WORK TO COMPLETE — Read the records that follow and state how many lines hold "limits", adding nothing else.

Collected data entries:
def mp_ncx2_cdf(x, df, lam):
    """P(X <= x) of the noncentral chi-square: sum_j Poisson(j; lam/2) P(df/2 + j, x/2), with
    P(a + 1, y) = P(a, y) - y^a e^-y / Gamma(a + 1)."""
    mpmath.mp.dps = 30
    a, y = mpf(df) / 2, mpf(x) / 2
    step = mpmath.exp(a * mpmath.log(y) - y - mpmath.loggamma(a + 1))
    return _poisson_mixture(lam, mpmath.gammainc(a, 0, y, regularized=True), step,
                            lambda j: y / (a + j + 1))


def mp_root(cdf, target, low, high):
    """The noncentrality at which the (decreasing) `cdf` equals `target`: widen [low, high]
    until it brackets the root, then the Illinois variant of regula falsi in mpmath."""
    while cdf(low) < target:
        low -= 2 * (abs(low) + 1)
    while cdf(high) > target:
        high += 2 * (abs(high) + 1)
    a, b = mpf(low), mpf(high)
    fa, fb = cdf(a) - target, cdf(b) - target
    side = 0
    for _ in range(200):
        c = (a * fb - b * fa) / (fb - fa)
        fc = cdf(c) - target
        if abs(fc) < mpf(10) ** -24 or abs(b - a) < mpf(10) ** -22 * (1 + abs(c)):
            return c
        if (fc > 0) == (fa > 0):
            a, fa = c, fc
            if side == -1:
                fb /= 2
            side = -1
        else:
            b, fb = c, fc
            if side == 1:
                fa /= 2
            side = 1
    raise AssertionError("no root found")


def mp_normal_quantile(probability):
    mpmath.mp.dps = 30
    return mpmath.sqrt(2) * mpmath.erfinv(2 * mpf(probability) - 1)


# -- 1. point estimates through the pipeline (section 8) ------------------------------------------

DESIGN_WORDS = {"within": "the paired samples differed, ", "between": "the two independent groups "
                "differed, ", "": "the groups differed, "}


def _sentence(row: dict[str, str]) -> str:
    df = ", ".join(row[key] for key in ("df1", "df2") if row[key])
    statistic = {"t": "t", "F": "F", "chi2": "χ2"}[row["test"]]
    n = f", N = {row['n']}" if row["n"] else ""
    return f"In the study {DESIGN_WORDS[row['design']]}{statistic}({df}{n}) = {row['statistic']}, p < .10."


POINTS = [r for r in _load("effect_sizes.csv")
          if r["function"] == "implied_effect" and r["expect"] == "agrees"]


@pytest.mark.parametrize("row", POINTS, ids=[
    f"{r['id']} {r['test']} = {r['statistic']} {r['design'] or 'no design'} -> {r['measure']} "
    f"{r['value']} [{r['source'].split(',')[0]}, {r['provenance']}]" for r in POINTS])
def test_point_estimate_through_check_text(row):
    """ES-W-04/05/07/08 (d, d_z), EX-F-05 and ES-W-10 (partial eta squared), ES-W-11/12 (w, V)."""
    results = scrutiny.check_text(_sentence(row)).claims
    assert len(results) == 1
    effect = results[0].recomputed.effect
    assert effect.measure == row["measure"]
    assert rounds_to(effect.value, row["value"], row["decimals"])


def test_d_of_printed_group_sizes():
    """ES-F-01 (Lakens 2013; seen in S8.1): d = t sqrt(1/n1 + 1/n2); ES-W-05's 10 + 10 give
    1.13, and unequal groups the same formula (evaluated in mpmath)."""
    assert rounds_to(implied_effect("t", 2.52, (18.0,), None, None, group_sizes=(10, 10)).value,
                     "1.13", 2)
    effect = implied_effect("t", 2.52, (18.0,), None, "between", group_sizes=(6.0, 14.0))
    assert effect.value == pytest.approx(float(2.52 * mpmath.sqrt(mpf(1) / 6 + mpf(1) / 14)),
                                         rel=1e-14)
    assert "n = 6 + 14" in effect.assumption and "equal size" not in effect.assumption


def test_r_from_z_through_check_text():
    """r = z / sqrt(N) (Rosenthal 1994, recalled from memory), in mpmath."""
    effect = scrutiny.check_text("The Wald test gave z = 2.10, N = 50000, p = .036.").claims[0] \
        .recomputed.effect
    assert effect.measure == "r"
    assert effect.value == pytest.approx(float(mpf("2.10") / mpmath.sqrt(50000)), rel=1e-14)


# -- 2. noncentral intervals against mpmath ---------------------------------------------------------

T_CASES = [
    # t, df, design: ES-W-05, ES-W-04, a negative t, a large df, a small t and df, a large t
    (2.52, 18, "between"), (4.74, 9, "within"), (-2.45, 28, None), (2.10, 9998, None),
    (0.5, 3, "within"), (12.62, 2408, "between"),
]


@pytest.mark.parametrize("t, df, design", T_CASES)
def test_d_interval_inverts_the_noncentral_t(t, df, design):
    """95% limits: the delta at which t is the 97.5% and 2.5% quantile, found by mpmath
    (Steiger & Fouladi 1997), times the design's scale. 90% limits: the same distribution
    function of mpmath, evaluated at scrutiny's limits, gives the 95% and 5% tail."""
    effect = implied_effect("t", t, (float(df),), None, design)
    scale = t_design(df, design).scale
    cdf = lambda delta: mp_nct_cdf(t, df, delta)  # noqa: E731
    low = mp_root(cdf, mpf("0.975"), t - 4, t + 4)
    high = mp_root(cdf, mpf("0.025"), t - 4, t + 4)
    assert effect.low == pytest.approx(float(low) * scale, rel=1e-9)
    assert effect.high == pytest.approx(float(high) * scale, rel=1e-9)
    assert float(cdf(effect.low90 / scale)) == pytest.approx(0.95, abs=1e-10)
    assert float(cdf(effect.high90 / scale)) == pytest.approx(0.05, abs=1e-10)


F_CASES = [
    # ES-W-10's four results, a large df2, a non-significant F (lower limit 0), and
    # F(20, 20) = 10, where scipy's inverse alone was off by 1.6e-3
    (6.34, 1, 18), (4.0, 2, 57), (7.121, 4, 34), (4.846, 2, 27), (9.0, 1, 9998), (1.0, 2, 57),
    (10.0, 20, 20),
]


@pytest.mark.parametrize("f, df1, df2", F_CASES)
def test_partial_eta_squared_interval_inverts_the_noncentral_f(f, df1, df2):
    """lambda limits found by mpmath, as partial eta squared lambda / (lambda + df1 + df2 + 1)
    (Smithson 2001; Fidler & Thompson 2001); a limit is 0 where even lambda = 0 leaves F
    below the quantile."""
    effect = implied_effect("F", f, (float(df1), float(df2)), None, None)
    total = df1 + df2 + 1
    cdf = lambda lam: mp_ncf_cdf(f, df1, df2, lam)  # noqa: E731
    for confidence, low, high in ((0.95, effect.low, effect.high),
                                  (0.90, effect.low90, effect.high90)):
        tail = mpf(1 - confidence) / 2
        for limit, target in ((low, 1 - tail), (high, tail)):
            if cdf(0) <= target:
                assert limit == 0.0
                continue
            lam = mp_root(cdf, target, mpf(0), mpf(f * df1 + 20))
            assert limit == pytest.approx(float(lam / (lam + total)), rel=1e-9)


CHI2_CASES = [(30.07, 2, 2757), (4.0, 1, 100), (9.0, 1, 10000), (9.84, 1, 24310), (125.0, 100, 1e5)]


@pytest.mark.parametrize("x, df, n", CHI2_CASES)
def test_w_interval_inverts_the_noncentral_chi_square(x, df, n):
    """ES-W-11/12 and others: lambda limits found by mpmath, as w = sqrt(lambda / N)."""
    effect = implied_effect("chi2", x, (float(df),), float(n), None)
    cdf = lambda lam: mp_ncx2_cdf(x, df, lam)  # noqa: E731
    for confidence, low, high in ((0.95, effect.low, effect.high),
                                  (0.90, effect.low90, effect.high90)):
        tail = mpf(1 - confidence) / 2
        for limit, target in ((low, 1 - tail), (high, tail)):
            if cdf(0) <= target:
                assert limit == 0.0
                continue
            lam = mp_root(cdf, target, mpf(0), mpf(x + 20))
            assert limit == pytest.approx(float(mpmath.sqrt(lam / n)), rel=1e-9)


@pytest.mark.parametrize("r, df", [(-0.32, 48), (0.45, 28), (0.08, 998), (0.03, 12000), (0.9, 2)])
@pytest.mark.parametrize("confidence", [0.95, 0.90])
def test_r_interval_is_pingouins_fisher_z_interval(r, df, confidence):
    """pingouin.compute_esci(eftype="r"): tanh(atanh r -+ z_c / sqrt(n - 3)), n = df + 2."""
    effect = implied_effect("r", r, (float(df),), None, None, confidence=confidence)
    low, high = pingouin.compute_esci(stat=r, nx=df + 2, eftype="r", confidence=confidence,
                                      decimals=16)
    assert (effect.low, effect.high) == (pytest.approx(low, abs=1e-14), pytest.approx(high, abs=1e-14))


def test_r_interval_without_enough_observations_is_the_whole_range():
    """n = 3 leaves no degrees of freedom for Fisher's z (1 / sqrt(n - 3))."""
    effect = implied_effect("r", 0.5, (1.0,), None, None)
    assert (effect.low, effect.high, effect.low90, effect.high90) == (-1.0, 1.0, -1.0, 1.0)


@pytest.mark.parametrize("z, n", [(2.10, 50000), (-3.02, 12480), (1.0, 40)])
def test_r_from_z_interval(z, n):
    """(z -+ z_c) / sqrt(N), z_c the normal quantile from mpmath's inverse error function."""
    effect = implied_effect("z", z, (), float(n), None)
    for confidence, low, high in ((0.95, effect.low, effect.high),
                                  (0.90, effect.low90, effect.high90)):
        spread = mp_normal_quantile(0.5 + confidence / 2)
        assert low == pytest.approx(float((z - spread) / mpmath.sqrt(n)), rel=1e-12)
        assert high == pytest.approx(float((z + spread) / mpmath.sqrt(n)), rel=1e-12)


def test_large_statistic_near_its_df_lies_above_its_interval():
    """The convention stated in the effects module: the printed point value of w (and of
    partial eta squared) is the sample value sqrt(chi2 / N), the interval estimates
    sqrt(lambda / N); with 100 df a chi-square of 125 (p = .046) has lambda limits below 125
    (mpmath), so the point value lies above the interval."""
    effect = implied_effect("chi2", 125.0, (100.0,), 1e5, None)
    lam_high = mp_root(lambda lam: mp_ncx2_cdf(125, 100, lam), mpf("0.025"), mpf(0), mpf(200))
    assert lam_high < 125
    assert effect.high < effect.value == pytest.approx(math.sqrt(125 / 1e5))


# -- 3. the effect detectable with 80% power against statsmodels ------------------------------------
# scrutiny's power for t, z and r counts only the tail in the direction of the effect: the
# noncentrality at which P(T > t_(1 - alpha/2)) = .8 (as the usual power tables). statsmodels'
# "two-sided" power adds the far tail P(T < -t_(1 - alpha/2)); its "larger" alternative at
# alpha/2 is exactly scrutiny's convention. So: statsmodels' one-tailed power at alpha/2 of
# scrutiny's effect must be .8 to 1e-9; its two-sided power of it exceeds .8 by the far tail,
# which is below alpha/2 by construction and below 1e-5 for these samples; and statsmodels'
# own solve_power agrees to its root finder's tolerance (about 1e-5 relative; 1e-4 allowed).

ALPHAS = [0.05, 0.01]


@pytest.mark.parametrize("alpha", ALPHAS)
@pytest.mark.parametrize("df", [8, 18, 38, 98, 998, 9998])
def test_detectable_d_two_independent_groups(df, alpha):
    design = t_design(df, "between")
    d = detectable_effect("t", (float(df),), None, design, alpha)
    n1 = (df + 2) / 2
    power = TTestIndPower()
    assert power.power(effect_size=d, nobs1=n1, alpha=alpha / 2, ratio=1.0,
                       alternative="larger") == pytest.approx(POWER, abs=1e-9)
    far_tail = power.power(effect_size=d, nobs1=n1, alpha=alpha, ratio=1.0,
                           alternative="two-sided") - POWER
    assert 0.0 <= far_tail < min(alpha / 2, 1e-5)
    assert d == pytest.approx(power.solve_power(effect_size=None, nobs1=n1, alpha=alpha / 2,
                                                power=POWER, ratio=1.0, alternative="larger"),
                              rel=1e-4)


@pytest.mark.parametrize("alpha", ALPHAS)
@pytest.mark.parametrize("df", [4, 9, 29, 299, 9999])
def test_detectable_d_z_one_sample_or_paired(df, alpha):
    design = t_design(df, "within")
    d = detectable_effect("t", (float(df),), None, design, alpha)
    power = TTestPower()
    assert power.power(effect_size=d, nobs=df + 1, alpha=alpha / 2,
                       alternative="larger") == pytest.approx(POWER, abs=1e-9)
    far_tail = power.power(effect_size=d, nobs=df + 1, alpha=alpha,
                           alternative="two-sided") - POWER
    assert 0.0 <= far_tail < min(alpha / 2, 1e-5)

OUTPUT FOR THIS TASK — 6